Work required :: Your answer must contain only the lines from the one containing "return nu >" through the end of the entries below, reproduced character for character.
· · · ·
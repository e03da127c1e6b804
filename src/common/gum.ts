/**
 * Expression of uncertainty by the GUM (JCGM 100:2008, "Evaluation of measurement data - Guide to the
 * expression of uncertainty in measurement"): standard uncertainties of independent inputs combined by
 * the law of propagation (GUM 5.1.2), effective degrees of freedom by the Welch-Satterthwaite formula
 * (GUM G.4.1), and the coverage factor k = t_p(nu_eff) of Student's t distribution (GUM G.3.2, Table
 * G.2). One home for these rules: calibration, fibre numbers and order ratios all use them.
 * docs/methods.md, "Uncertainty".
 */
import { normalQuantile, studentTQuantile } from './distributions.ts';
import { InputError } from './errors.ts';

/** One input's contribution to a combined standard uncertainty: |c_i| u(x_i) in the output's unit, and its degrees of freedom. */
export interface UncertaintyComponent {
  /** Sensitivity coefficient times standard uncertainty, |c_i| u(x_i). */
  u: number;
  /** Degrees of freedom of u(x_i) (Infinity for an input taken as exactly known, GUM G.4.3). */
  dof: number;
}

/**
 * Combined standard uncertainty of independent inputs, u_c = sqrt(sum u_i^2) (GUM eq. 10), and its
 * effective degrees of freedom nu_eff = u_c^4 / sum(u_i^4 / nu_i) (GUM eq. G.2b); Infinity when every
 * component has infinite degrees of freedom. Components with u = 0 do not count; NaN when one is not finite.
 */
export function combineUncertainties(components: UncertaintyComponent[]): { u: number; dof: number } {
  let s2 = 0, s4 = 0;
  for (const c of components) {
    if (!Number.isFinite(c.u)) return { u: NaN, dof: NaN };
    if (c.u === 0) continue;
    s2 += c.u * c.u;
    if (Number.isFinite(c.dof)) s4 += c.u ** 4 / c.dof;
  }
  return { u: Math.sqrt(s2), dof: s4 > 0 ? (s2 * s2) / s4 : Infinity };
}

/**
 * Coverage factor k_p = t_p(nu): the t with P(|T| <= t) = p for Student's t with nu (not necessarily
 * whole) degrees of freedom (GUM G.3.2 and Table G.2); nu = Infinity (or above 1e6, where the two agree
 * to 1e-6) gives the normal quantile.
 */
export function coverageFactor(p: number, nu: number): number {
  if (!(p > 0 && p < 1)) throw new InputError(`coverage probability must lie between 0 and 1, got ${p}`);
  if (!(nu > 0)) throw new InputError(`degrees of freedom must be positive, got ${nu}`);
  // P(|T| <= k) = p is the quantile at (1 + p) / 2.
  return nu > 1e6 ? normalQuantile(0.5 + p / 2) : studentTQuantile(0.5 + p / 2, nu);
}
· · · ·
Output of the exercise ::
  return nu > 1e6 ? normalQuantile(0.5 + p / 2) : studentTQuantile(0.5 + p / 2, nu);
}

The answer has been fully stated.